Exactly reproduce the line containing "const iso = (ISO_A_SIZES_MM" together with every line after it, through the end of the entries, and give nothing more.

Content starts

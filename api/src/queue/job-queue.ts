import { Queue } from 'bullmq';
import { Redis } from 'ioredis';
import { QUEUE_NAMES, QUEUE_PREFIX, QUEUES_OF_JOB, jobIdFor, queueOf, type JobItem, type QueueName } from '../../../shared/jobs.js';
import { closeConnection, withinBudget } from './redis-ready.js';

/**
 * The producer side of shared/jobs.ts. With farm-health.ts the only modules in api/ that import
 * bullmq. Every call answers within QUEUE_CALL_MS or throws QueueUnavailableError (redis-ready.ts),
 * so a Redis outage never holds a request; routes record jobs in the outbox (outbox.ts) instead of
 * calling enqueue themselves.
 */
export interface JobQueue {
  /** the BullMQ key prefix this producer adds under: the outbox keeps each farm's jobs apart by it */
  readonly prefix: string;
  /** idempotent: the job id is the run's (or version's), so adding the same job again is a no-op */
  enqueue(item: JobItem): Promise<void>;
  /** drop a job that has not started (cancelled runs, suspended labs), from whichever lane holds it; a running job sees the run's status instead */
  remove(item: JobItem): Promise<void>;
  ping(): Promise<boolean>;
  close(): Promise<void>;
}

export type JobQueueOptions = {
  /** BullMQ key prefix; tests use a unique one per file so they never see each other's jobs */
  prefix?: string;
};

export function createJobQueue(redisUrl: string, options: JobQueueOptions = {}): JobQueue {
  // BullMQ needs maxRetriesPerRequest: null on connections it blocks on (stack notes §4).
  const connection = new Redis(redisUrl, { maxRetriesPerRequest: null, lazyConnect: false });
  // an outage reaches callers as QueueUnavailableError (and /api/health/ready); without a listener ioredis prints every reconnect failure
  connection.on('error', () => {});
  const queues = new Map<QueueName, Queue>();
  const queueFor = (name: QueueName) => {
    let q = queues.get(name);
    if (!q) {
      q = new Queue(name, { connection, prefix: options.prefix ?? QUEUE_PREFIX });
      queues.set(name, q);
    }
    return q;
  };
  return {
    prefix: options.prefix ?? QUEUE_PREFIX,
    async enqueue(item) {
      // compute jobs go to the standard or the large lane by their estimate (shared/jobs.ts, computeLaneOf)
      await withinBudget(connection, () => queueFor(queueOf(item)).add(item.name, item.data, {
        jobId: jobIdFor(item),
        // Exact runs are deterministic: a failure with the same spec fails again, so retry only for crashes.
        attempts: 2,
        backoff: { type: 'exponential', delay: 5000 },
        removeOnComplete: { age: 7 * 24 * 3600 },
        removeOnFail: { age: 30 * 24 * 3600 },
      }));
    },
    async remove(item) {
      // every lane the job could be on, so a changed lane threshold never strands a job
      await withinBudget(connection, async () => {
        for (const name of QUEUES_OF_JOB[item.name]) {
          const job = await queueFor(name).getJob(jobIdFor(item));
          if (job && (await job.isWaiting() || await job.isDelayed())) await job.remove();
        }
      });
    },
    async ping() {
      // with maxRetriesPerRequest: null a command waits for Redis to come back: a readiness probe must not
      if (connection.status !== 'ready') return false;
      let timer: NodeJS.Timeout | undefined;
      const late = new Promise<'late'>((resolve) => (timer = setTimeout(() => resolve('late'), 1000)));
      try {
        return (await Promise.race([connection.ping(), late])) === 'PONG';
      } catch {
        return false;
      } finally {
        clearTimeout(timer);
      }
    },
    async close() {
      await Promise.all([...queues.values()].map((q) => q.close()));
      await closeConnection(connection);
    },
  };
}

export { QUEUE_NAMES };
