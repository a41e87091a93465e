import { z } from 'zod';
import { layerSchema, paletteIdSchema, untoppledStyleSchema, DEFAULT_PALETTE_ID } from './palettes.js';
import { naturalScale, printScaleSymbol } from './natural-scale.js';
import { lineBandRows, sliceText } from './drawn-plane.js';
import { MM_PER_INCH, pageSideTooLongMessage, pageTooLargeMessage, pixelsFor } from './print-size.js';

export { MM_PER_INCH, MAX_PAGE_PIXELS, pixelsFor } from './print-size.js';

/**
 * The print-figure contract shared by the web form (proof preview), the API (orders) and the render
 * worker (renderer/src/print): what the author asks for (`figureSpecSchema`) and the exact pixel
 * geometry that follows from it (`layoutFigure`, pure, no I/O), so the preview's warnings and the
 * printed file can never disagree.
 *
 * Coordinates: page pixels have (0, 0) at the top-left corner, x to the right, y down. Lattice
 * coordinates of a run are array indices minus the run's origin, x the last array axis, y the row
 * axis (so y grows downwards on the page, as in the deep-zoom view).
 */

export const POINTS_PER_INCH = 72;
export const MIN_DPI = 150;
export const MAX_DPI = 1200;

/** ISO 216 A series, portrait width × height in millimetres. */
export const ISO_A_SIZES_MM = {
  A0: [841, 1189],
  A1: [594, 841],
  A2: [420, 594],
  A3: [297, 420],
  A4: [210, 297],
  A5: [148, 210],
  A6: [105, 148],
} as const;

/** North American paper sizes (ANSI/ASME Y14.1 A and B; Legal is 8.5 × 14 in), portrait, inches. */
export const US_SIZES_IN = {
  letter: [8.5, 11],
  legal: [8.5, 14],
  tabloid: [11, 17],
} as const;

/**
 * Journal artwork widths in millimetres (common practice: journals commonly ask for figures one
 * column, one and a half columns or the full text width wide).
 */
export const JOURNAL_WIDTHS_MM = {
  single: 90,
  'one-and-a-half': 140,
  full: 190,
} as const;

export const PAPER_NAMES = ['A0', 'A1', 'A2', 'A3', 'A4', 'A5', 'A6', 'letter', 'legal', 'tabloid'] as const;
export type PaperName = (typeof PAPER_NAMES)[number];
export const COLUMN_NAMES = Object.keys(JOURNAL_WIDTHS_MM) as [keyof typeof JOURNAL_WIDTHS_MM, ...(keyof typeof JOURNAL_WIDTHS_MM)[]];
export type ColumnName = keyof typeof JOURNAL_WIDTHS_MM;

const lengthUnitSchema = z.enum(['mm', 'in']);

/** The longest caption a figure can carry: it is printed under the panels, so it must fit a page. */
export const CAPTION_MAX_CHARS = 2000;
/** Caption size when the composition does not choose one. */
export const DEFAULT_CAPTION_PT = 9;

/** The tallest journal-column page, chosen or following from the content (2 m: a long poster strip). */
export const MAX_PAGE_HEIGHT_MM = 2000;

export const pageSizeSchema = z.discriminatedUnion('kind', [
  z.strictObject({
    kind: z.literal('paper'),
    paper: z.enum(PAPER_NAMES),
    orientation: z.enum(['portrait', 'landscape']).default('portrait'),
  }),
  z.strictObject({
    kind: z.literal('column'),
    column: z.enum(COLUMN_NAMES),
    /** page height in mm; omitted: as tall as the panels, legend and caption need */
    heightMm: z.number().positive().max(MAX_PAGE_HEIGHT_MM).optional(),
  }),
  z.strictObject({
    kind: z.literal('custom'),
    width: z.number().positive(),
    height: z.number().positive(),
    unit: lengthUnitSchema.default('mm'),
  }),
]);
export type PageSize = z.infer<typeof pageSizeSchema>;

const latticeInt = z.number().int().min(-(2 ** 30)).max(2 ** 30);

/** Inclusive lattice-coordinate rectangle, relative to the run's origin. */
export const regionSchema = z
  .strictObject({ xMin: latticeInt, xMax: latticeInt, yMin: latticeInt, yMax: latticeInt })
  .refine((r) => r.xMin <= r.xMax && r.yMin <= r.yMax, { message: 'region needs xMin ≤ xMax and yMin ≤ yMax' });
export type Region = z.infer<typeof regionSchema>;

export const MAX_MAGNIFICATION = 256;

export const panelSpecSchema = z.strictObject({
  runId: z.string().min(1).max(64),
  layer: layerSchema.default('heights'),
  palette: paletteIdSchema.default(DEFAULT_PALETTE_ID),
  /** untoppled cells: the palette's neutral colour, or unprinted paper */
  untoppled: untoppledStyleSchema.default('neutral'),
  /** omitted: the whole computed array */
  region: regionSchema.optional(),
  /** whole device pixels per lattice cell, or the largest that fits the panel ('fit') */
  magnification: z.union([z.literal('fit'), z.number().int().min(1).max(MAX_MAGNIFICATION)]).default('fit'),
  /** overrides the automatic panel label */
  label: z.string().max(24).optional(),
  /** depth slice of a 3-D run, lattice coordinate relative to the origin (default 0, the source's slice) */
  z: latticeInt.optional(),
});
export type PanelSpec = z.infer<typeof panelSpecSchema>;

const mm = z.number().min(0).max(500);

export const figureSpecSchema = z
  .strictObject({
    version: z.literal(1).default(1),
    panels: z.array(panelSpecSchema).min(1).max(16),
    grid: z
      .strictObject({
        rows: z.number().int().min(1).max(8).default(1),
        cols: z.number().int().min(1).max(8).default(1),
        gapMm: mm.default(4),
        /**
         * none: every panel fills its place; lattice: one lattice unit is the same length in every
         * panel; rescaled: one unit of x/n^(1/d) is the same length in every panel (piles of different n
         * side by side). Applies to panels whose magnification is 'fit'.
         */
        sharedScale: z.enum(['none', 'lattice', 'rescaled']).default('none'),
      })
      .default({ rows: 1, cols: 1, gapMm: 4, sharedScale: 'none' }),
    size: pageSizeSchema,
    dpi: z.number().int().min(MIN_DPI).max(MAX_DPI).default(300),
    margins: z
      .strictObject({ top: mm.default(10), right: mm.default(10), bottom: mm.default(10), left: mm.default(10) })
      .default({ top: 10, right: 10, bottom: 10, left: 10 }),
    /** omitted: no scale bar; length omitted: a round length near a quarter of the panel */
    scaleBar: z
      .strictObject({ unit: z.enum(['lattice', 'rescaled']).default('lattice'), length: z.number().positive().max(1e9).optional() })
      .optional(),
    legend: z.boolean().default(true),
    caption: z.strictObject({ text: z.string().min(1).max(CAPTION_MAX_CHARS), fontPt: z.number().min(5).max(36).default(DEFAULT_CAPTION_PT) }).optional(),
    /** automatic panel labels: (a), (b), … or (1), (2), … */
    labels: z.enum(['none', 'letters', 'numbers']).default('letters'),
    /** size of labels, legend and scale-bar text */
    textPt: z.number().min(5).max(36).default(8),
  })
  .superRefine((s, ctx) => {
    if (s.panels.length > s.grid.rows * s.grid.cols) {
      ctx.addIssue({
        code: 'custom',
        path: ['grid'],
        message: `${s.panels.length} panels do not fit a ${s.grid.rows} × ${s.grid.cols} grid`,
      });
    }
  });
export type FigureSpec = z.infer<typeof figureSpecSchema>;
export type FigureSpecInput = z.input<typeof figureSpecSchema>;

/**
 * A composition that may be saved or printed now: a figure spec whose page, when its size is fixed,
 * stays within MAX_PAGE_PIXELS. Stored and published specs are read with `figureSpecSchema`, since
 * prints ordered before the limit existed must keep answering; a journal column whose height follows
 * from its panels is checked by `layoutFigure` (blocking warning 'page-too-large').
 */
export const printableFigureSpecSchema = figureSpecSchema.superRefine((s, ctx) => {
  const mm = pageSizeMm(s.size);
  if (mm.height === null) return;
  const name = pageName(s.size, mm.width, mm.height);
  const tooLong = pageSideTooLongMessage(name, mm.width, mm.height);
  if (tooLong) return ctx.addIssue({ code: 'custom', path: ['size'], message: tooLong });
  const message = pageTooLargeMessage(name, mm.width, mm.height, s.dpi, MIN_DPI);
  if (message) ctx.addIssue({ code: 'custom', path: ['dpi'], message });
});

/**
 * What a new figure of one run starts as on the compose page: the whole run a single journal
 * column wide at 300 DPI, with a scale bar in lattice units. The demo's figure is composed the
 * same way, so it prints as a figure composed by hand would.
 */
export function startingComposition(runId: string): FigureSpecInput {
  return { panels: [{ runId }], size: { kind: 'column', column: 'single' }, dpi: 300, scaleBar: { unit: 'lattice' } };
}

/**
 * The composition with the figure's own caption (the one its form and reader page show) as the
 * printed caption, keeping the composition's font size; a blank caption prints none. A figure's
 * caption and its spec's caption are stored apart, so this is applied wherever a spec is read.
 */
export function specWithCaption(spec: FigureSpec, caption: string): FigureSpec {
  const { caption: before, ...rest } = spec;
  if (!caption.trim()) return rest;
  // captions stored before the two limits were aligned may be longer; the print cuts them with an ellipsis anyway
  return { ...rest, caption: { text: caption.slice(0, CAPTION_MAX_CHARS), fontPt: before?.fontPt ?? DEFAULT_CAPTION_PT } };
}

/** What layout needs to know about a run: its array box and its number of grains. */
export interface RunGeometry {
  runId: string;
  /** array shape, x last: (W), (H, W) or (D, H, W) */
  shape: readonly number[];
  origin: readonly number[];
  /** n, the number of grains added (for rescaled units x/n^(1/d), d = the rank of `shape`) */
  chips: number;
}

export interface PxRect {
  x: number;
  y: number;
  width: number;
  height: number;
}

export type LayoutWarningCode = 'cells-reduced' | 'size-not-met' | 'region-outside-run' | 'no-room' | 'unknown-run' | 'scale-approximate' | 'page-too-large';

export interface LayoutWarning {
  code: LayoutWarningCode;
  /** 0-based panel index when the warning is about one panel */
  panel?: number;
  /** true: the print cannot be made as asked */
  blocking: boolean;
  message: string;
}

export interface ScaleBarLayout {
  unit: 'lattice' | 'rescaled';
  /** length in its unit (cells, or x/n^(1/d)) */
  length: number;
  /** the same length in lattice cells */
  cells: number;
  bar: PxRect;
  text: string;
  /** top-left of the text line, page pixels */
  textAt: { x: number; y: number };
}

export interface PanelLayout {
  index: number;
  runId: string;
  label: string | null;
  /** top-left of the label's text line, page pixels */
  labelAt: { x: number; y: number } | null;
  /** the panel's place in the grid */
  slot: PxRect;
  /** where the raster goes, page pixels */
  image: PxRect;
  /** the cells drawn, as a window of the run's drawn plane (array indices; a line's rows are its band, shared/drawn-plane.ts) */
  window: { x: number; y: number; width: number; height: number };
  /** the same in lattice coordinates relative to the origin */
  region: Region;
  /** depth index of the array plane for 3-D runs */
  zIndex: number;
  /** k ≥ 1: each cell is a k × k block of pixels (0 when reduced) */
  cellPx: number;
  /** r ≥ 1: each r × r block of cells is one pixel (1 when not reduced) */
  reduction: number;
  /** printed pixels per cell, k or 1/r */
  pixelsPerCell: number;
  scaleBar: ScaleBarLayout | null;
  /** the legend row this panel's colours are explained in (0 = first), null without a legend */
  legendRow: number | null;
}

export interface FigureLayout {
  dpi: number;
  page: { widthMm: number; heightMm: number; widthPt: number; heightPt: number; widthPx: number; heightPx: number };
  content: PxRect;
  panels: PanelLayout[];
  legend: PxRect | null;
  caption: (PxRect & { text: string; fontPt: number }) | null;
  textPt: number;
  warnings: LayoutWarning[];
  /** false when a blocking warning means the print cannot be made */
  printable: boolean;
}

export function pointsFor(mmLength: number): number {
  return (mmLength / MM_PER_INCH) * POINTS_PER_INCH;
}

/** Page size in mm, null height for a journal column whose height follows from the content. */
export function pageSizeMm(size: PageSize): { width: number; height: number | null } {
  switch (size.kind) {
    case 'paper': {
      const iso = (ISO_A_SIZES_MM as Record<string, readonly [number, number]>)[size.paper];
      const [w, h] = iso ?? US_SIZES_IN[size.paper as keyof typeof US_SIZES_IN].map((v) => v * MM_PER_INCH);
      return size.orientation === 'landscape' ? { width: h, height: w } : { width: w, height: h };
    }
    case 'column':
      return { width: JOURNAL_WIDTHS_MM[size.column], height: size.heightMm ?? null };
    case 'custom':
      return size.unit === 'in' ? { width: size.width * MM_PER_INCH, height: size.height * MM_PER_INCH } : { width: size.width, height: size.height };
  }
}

Content ends

**Response to the exercise:**
      const iso = (ISO_A_SIZES_MM as Record<string, readonly [number, number]>)[size.paper];
      const [w, h] = iso ?? US_SIZES_IN[size.paper as keyof typeof US_SIZES_IN].map((v) => v * MM_PER_INCH);
      return size.orientation === 'landscape' ? { width: h, height: w } : { width: w, height: h };
    }
    case 'column':
      return { width: JOURNAL_WIDTHS_MM[size.column], height: size.heightMm ?? null };
    case 'custom':
      return size.unit === 'in' ? { width: size.width * MM_PER_INCH, height: size.height * MM_PER_INCH } : { width: size.width, height: size.height };
  }
}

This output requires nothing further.